The Other Conquest review

:. Director: Salvador Carrasco(II)
:. Starring: Elpidia Carrillo, Zaide Silvia Gutiérrez
:. Running Time: 1:50
:. Year: 1999
:. Country: Mexico

Director Salvador Carrasco's first film, The Other Conquest, has embarked on the North American continent. It is an ambitious film whose greatest failing is that is falls short of being a truly epic picture. This film yearns to be an epic, but ultimately fails to capture the violence surrounding the Spanish conquest of Mexico in 1521. It does not in any profound spiritual way explain the Spanish conquest over the Aztecs, and the resulting clash and ultimate grafting of two different religions in the form of a Virgin with the Tonantzin, the Aztec mother goddess. Given the recent release and box office flop of The Road to El Dorado (Dreamworks), The Other Conquest does prove that major studios are laughably behind the times and seemingly banking on grade school rhymes of the Nina, Pinta, and Santa Maria to lure the Latino population to theaters.

Damian Delgado plays Topiltzin, a son of Moctezuma, who a few years after the initial conquest of Mexico is one of the few remaining. He has written a codex recounting Aztec history as well as a remaining leader in his faith. He is captured by the Spaniards, but as his noble half sister Tecuichpo (Elpidia Carrillo) has taken up with Cortes (who by now has ditched La Malinche), spares his life but sends him to Fray Diego to be saved and converted. What follows is this “other conquest”, the conquest of the soul. It's the classic drama; fierce proud Indian versus ethnocentric, religous Fray Diego. Topiltzin fiercely resists Fray Diego's attempts, but as he points out to Fray Diego, the two of them are more similar than different in that neither will betray his God. It's a battle of wills that unfortunately is made to carry the entire movie without a deeper exploration into this historic moment of the fusion of two of the world's religions.

The film suggests that the human need for faith is so overwhelming, that man can find surrogate icons in another religion. Tonantzin, the Aztec Mother Goddess, and Maria are the same when viewed from the eyes of the faithful. While we see his devotion to Tonantzin, his desire for the Virgin Mary is rather puzzling. Topiltzin, after years of ignoring Fray Diego is suddenly overtaken by a desire to take the statue from the alter. He ultimately steals her, but for what purpose? To destroy her or to pray to her? Is he conquered or must he conquer her? We never quite know. Further, she survives intact while he perishes instantly. When Fray Diego finds them, he rearranges them to appear united. Again, to what purpose? If the film was to explain the time leading to the first apparitions of the Virgin Guadalupe, then it began with a lie.

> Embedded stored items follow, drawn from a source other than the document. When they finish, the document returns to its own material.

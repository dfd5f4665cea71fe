"""The standard atmosphere against its printed tables, and altimeter settings."""

import numpy as np
import pytest
from hypothesis import given, settings
from hypothesis import strategies as st

from orolift.air.standard import (
    geometric_height_from_geopotential,
    geopotential_height_from_geometric,
    qnh_from_station_pressure,
    standard_height,
    standard_pressure,
    standard_temperature,
    station_pressure_from_qnh,
)
from orolift.errors import OutOfRangeError

# geopotential height [m], pressure [Pa]; ICAO Doc 7488, geopotential table, printed to 0.01 hPa (digits from memory,
# confirmed within half a printed digit by two independent atmosphere libraries)
ICAO = [
    pytest.param(1000.0, 89875.0, id="ICAO Doc 7488, H 1000 m"),
    pytest.param(2000.0, 79495.0, id="ICAO Doc 7488, H 2000 m"),
    pytest.param(3000.0, 70109.0, id="ICAO Doc 7488, H 3000 m"),
    pytest.param(4000.0, 61640.0, id="ICAO Doc 7488, H 4000 m"),
    pytest.param(5000.0, 54020.0, id="ICAO Doc 7488, H 5000 m"),
    pytest.param(11000.0, 22632.0, id="ICAO Doc 7488, tropopause"),
    pytest.param(20000.0, 5474.9, id="ICAO Doc 7488, H 20 km"),
]

# geometric height [m], pressure [Pa]; US Standard Atmosphere 1976, geometric table (digits from memory, confirmed so)
USSA = [
    pytest.param(1000.0, 89876.0, id="USSA-1976, Z 1000 m"),
    pytest.param(2000.0, 79501.0, id="USSA-1976, Z 2000 m"),
    pytest.param(3000.0, 70121.0, id="USSA-1976, Z 3000 m"),
    pytest.param(4000.0, 61660.0, id="USSA-1976, Z 4000 m"),
    pytest.param(5000.0, 54048.0, id="USSA-1976, Z 5000 m"),
]

# station pressure [hPa], elevation [m], QNH [hPa]: worked by hand from the ICAO equation, not with this library
QNH = [(900.0, 1000.0, 1014.632), (950.0, 500.0, 1008.414), (850.0, 1500.0, 1018.390), (700.0, 3000.0, 1011.788)]
STATION = [(1013.25, 1000.0, 898.746), (1030.0, 1000.0, 913.948), (990.0, 1500.0, 825.485), (1013.25, 3000.0, 701.085)]


@pytest.mark.parametrize(("height", "expected"), ICAO)
def test_pressure_matches_geopotential_table(height, expected):
    """Agrees with the printed table; atol: half of its last digit, 0.5 Pa."""
    np.testing.assert_allclose(standard_pressure(height), expected, rtol=0, atol=0.5)


@pytest.mark.parametrize(("height", "expected"), USSA)
def test_pressure_matches_geometric_table(height, expected):
    """Agrees with the printed geometric table, which is 28 Pa away at 5 km if the heights are mixed up."""
    pressure = standard_pressure(geopotential_height_from_geometric(height))
    np.testing.assert_allclose(pressure, expected, rtol=0, atol=0.5)


def test_temperature_matches_definition():
    """ICAO Doc 7488: 15 degrees Celsius at sea level, -56.5 from 11 to 20 km."""
    np.testing.assert_allclose(standard_temperature([0, 11000, 20000]), [288.15, 216.65, 216.65], rtol=1e-12)


@pytest.mark.parametrize(("pressure", "elevation", "expected"), QNH)
def test_qnh_matches_worked_pairs(pressure, elevation, expected):
    """Agrees within 0.01 hPa, far below the whole hectopascals that reports give."""
    np.testing.assert_allclose(qnh_from_station_pressure(pressure * 100, elevation), expected * 100, rtol=0, atol=1.0)


@pytest.mark.parametrize(("qnh", "elevation", "expected"), STATION)
def test_station_pressure_matches_worked_pairs(qnh, elevation, expected):
    """Agrees within 0.01 hPa in the other direction too."""
    np.testing.assert_allclose(station_pressure_from_qnh(qnh * 100, elevation), expected * 100, rtol=0, atol=1.0)


def test_qnh_matches_united_states_service_formula():
    """24.896 inHg at 5000 ft is 29.924 inHg: worked example of the US service's (p^0.1903 + 1.313e-5 h)^5.255.

    atol 0.35 hPa: its rounded exponents, the largest difference between national conventions.
    """
    inch = 3386.389
    np.testing.assert_allclose(qnh_from_station_pressure(24.896 * inch, 1524.0), 29.924 * inch, rtol=0, atol=35.0)


def test_qnh_is_the_standard_pressure_at_pressure_altitude_minus_elevation():
    """The definition: an altimeter set to QNH shows the elevation of the station."""
    pressure, elevation = 87654.0, 1234.0
    qnh = qnh_from_station_pressure(pressure, elevation)
    np.testing.assert_allclose(standard_height(pressure) - standard_height(qnh), elevation, rtol=1e-10)


@given(st.floats(-5000, 20000))
@settings(deadline=None)
def test_height_and_pressure_round_trip(height):
    """Height to pressure and back returns the height, also across the tropopause."""
    np.testing.assert_allclose(standard_height(standard_pressure(height)), height, rtol=0, atol=1e-7)


@given(st.floats(-5000, 90000))
@settings(deadline=None)
def test_geometric_and_geopotential_round_trip(height):
    """Geometric to geopotential and back returns the height."""
    back = geometric_height_from_geopotential(geopotential_height_from_geometric(height))
    np.testing.assert_allclose(back, height, rtol=1e-12, atol=1e-9)


@given(st.floats(86000, 109000), st.floats(-500, 6000))
@settings(deadline=None)
def test_qnh_round_trip(qnh, elevation):
    """QNH to station pressure and back returns the QNH."""
    station = station_pressure_from_qnh(qnh, elevation)
    if station <= 1.1e5:
        np.testing.assert_allclose(qnh_from_station_pressure(station, elevation), qnh, rtol=1e-12)


def test_pressure_is_hydrostatic():
    """The law: dp/dz = -rho g, by central difference, on both sides of the tropopause."""
    height = np.array([500.0, 5000.0, 15000.0])
    slope = (standard_pressure(height + 1.0) - standard_pressure(height - 1.0)) / 2.0
    density = standard_pressure(height) * 28.9644e-3 / (8.31432 * standard_temperature(height))
    np.testing.assert_allclose(slope, -density * 9.80665, rtol=1e-7)


def test_hectopascals_are_refused():
    """A pressure in hectopascals is caught and the message says what to do."""
    with pytest.raises(OutOfRangeError, match=r"pressure: 1 of 1 values lie outside .* multiply hectopascals by 100"):
        qnh_from_station_pressure(900.0, 1000.0)
    with pytest.raises(OutOfRangeError, match=r"height: 1 of 2 values .* at index \(1,\)"):
        standard_pressure([0.0, 33000.0])
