from orolift.air.humidity import dew_point_from_mixing_ratio, relative_humidity_from_mixing_ratio
from orolift.crossing.model_error import model_error
from orolift.crossing.onset import potential_excess
from orolift.crossing.simple import simple_answers
from orolift.crossing.sites import LEAST_VAPOUR
from orolift.spread.at_sites import TENTH, members_at
from orolift.spread.ranges import range_of
from orolift.spread.verification import Score, contingency, coverage, score, skill

if TYPE_CHECKING:
    from collections.abc import Callable, Mapping, Sequence

    from numpy.typing import ArrayLike, NDArray

    from orolift.air.parcel import Parcel
    from orolift.crossing.result import Crossing, LeeAir, Side
    from orolift.spread.spread import Spread
    from orolift.spread.verification import Contingency

    Array = NDArray[np.float64]

Quantity = Literal[
    "temperature", "dew_point", "mixing_ratio", "relative_humidity", "wind", "gust", "pressure", "rain_rate"
]
Reference = Literal["unchanged", "popular_picture", "crest_air"]

QUANTITIES: tuple[Quantity, ...] = (
    "temperature",
    "dew_point",
    "mixing_ratio",
    "relative_humidity",
    "wind",
    "gust",
    "pressure",
    "rain_rate",
)
REFERENCES: tuple[Reference, ...] = ("unchanged", "popular_picture", "crest_air")
MEMBER_NAMES: dict[Quantity, str] = {
    "temperature": "temperature",
    "dew_point": "dew_point",
    "mixing_ratio": "mixing_ratio",
    "relative_humidity": "relative_humidity",
    "wind": "wind_10m",
    "gust": "gust",
    "pressure": "pressure",
}
"""Names of the quantities in the arrays of a spread."""
HUMID: tuple[Quantity, ...] = ("temperature", "mixing_ratio", "dew_point", "relative_humidity")
"""Quantities the simple answers speak of."""
UNKNOWN = (np.nan, np.nan)
Values = dict[Quantity, "Array"]


@dataclass(frozen=True)
class SiteEstimate:
    """What one crossing gives at one site, in a few numbers: small enough to keep for thousands of hours.

    Attributes
    ----------
    side : 'windward', 'crest' or 'lee'
    values : dict of Quantity to float
        In SI: K, kg per kg of dry air, 1, m s-1, Pa, kg m-2 s-1; NaN where nothing is estimated. `wind` is at 10 m,
        `gust` the middle of its range.
    ranges : dict of Quantity to (float, float)
        10 % and 90 % for temperature and humidity, that of the methods for wind and gust.
    references : dict of Reference to dict of Quantity to float
        The simple answers, for temperature and humidity.
    excess : float [K]
        Potential temperature minus that of the lowest air over the crest.
    wind_from : float [rad]
        Direction from which the air crosses the range.
    way : float [s]
        Time from where the air was observed; 0 where it was not asked for.
    """

    side: Side
    values: dict[Quantity, float]
    ranges: dict[Quantity, tuple[float, float]]
    references: dict[Reference, dict[Quantity, float]]
    excess: float
    wind_from: float
    way: float = 0.0


@dataclass(frozen=True, eq=False)
class Estimates:
    """What one case or hour gives at all places; arrays (places,), NaN where nothing is estimated.

    Attributes
    ----------
    time : float or None [s]
        Of the incoming air; None when the case names none.
    arrival : ndarray [s]
        Time each estimate is valid for.
    values, low, high : dict of Quantity to ndarray
        As in `SiteEstimate`.
    references : dict of Reference to dict of Quantity to ndarray
    side : tuple of (Side or None)
    excess, wind_from : ndarray [K], [rad]
    """

    time: float | None
    arrival: Array
    values: Values
    low: Values
    high: Values
    references: dict[Reference, Values]
    side: tuple[Side | None, ...]
    excess: Array
    wind_from: Array

    @property
    def in_lee(self) -> NDArray[np.bool_]:
        """Which places lie in the lee."""
        return np.array([side == "lee" for side in self.side], dtype=bool)


@dataclass(frozen=True, eq=False)
class Observations:
    """Rows of observations; arrays (n,), NaN where nothing was observed.

    Attributes
    ----------
    time : ndarray [s]
        Since 1970-01-01T00:00:00 UTC; NaN where the row has none.
    place : ndarray of int
        Number of the place.
    values : dict of Quantity to ndarray
        Every quantity, those that follow from others too.
    wind_from : ndarray [rad]
    elevation : ndarray [m above sea level]
        Of the instrument, where the file says it.
    crest_temperature, crest_pressure, crest_elevation : ndarray [K], [Pa], [m above sea level]
        Of a station on the crest, at the same time.
    line : ndarray of int
        Of the file.
    """

    time: Array
    place: NDArray[np.int_]
    values: Values
    wind_from: Array
    elevation: Array
    crest_temperature: Array
    crest_pressure: Array
    crest_elevation: Array
    line: NDArray[np.int64]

Carrasco's direction is uneven—while some surreal, beautiful moments exist and capture an essence, something is missing, and that something is scenes on a grand scale to make this film truly epic. What was needed was a deeper sense of loss and of grandeur. The way it was filmed it was as if there were 20 or so Aztecs and a handful of Spaniards. Further, the lack of light in the film gave me the impression that it was filmed in a confined space. Of course, the oppressive lighting could have been used to the advantage of demonstrating the defeat of the Aztecs, but it does not. The opening sacrifice of an Aztec virgin is quite haunting visually and conveys the sense of faith and family of the Aztecs, and it also serves as an ingenuous counterpoint to the brutality of the Spaniards, who though repulsed by Aztec practices, have no problem justifying their own bloody violence that in one scene involves whipping Topiltzin with a chain and then holding a flame to his open wounds.

The acting is sometimes over opulent for the setting. While Inaki Aierra plays Cortes convincingly as an arrogant Spaniard and Damian Delgado gives Topiltzin grace, they are so locked into a structured, preordained, and sometimes melodramatic script that we do not see anyone fully develop. Fray Diego's character is complex, veering between a man caught between God, gold, and glory in Las Americas but also not hesistant to call the Aztec language the language of dogs and then later guard scraps of the Codex in his Bible.

In short, I wanted more. I wanted to see the tragedy of the Aztec library going down in flames and feel the loss and horror as entire cities were destroyed. By putting the characters in this setting the audience might have a wider vision of the chasm and ultimiate fusion between Aztecs and the Spaniards.

The director's desires are more apparent than what he is able to convey. By leaving an ambiguous ending he leaves the spiritual conquest unexplained.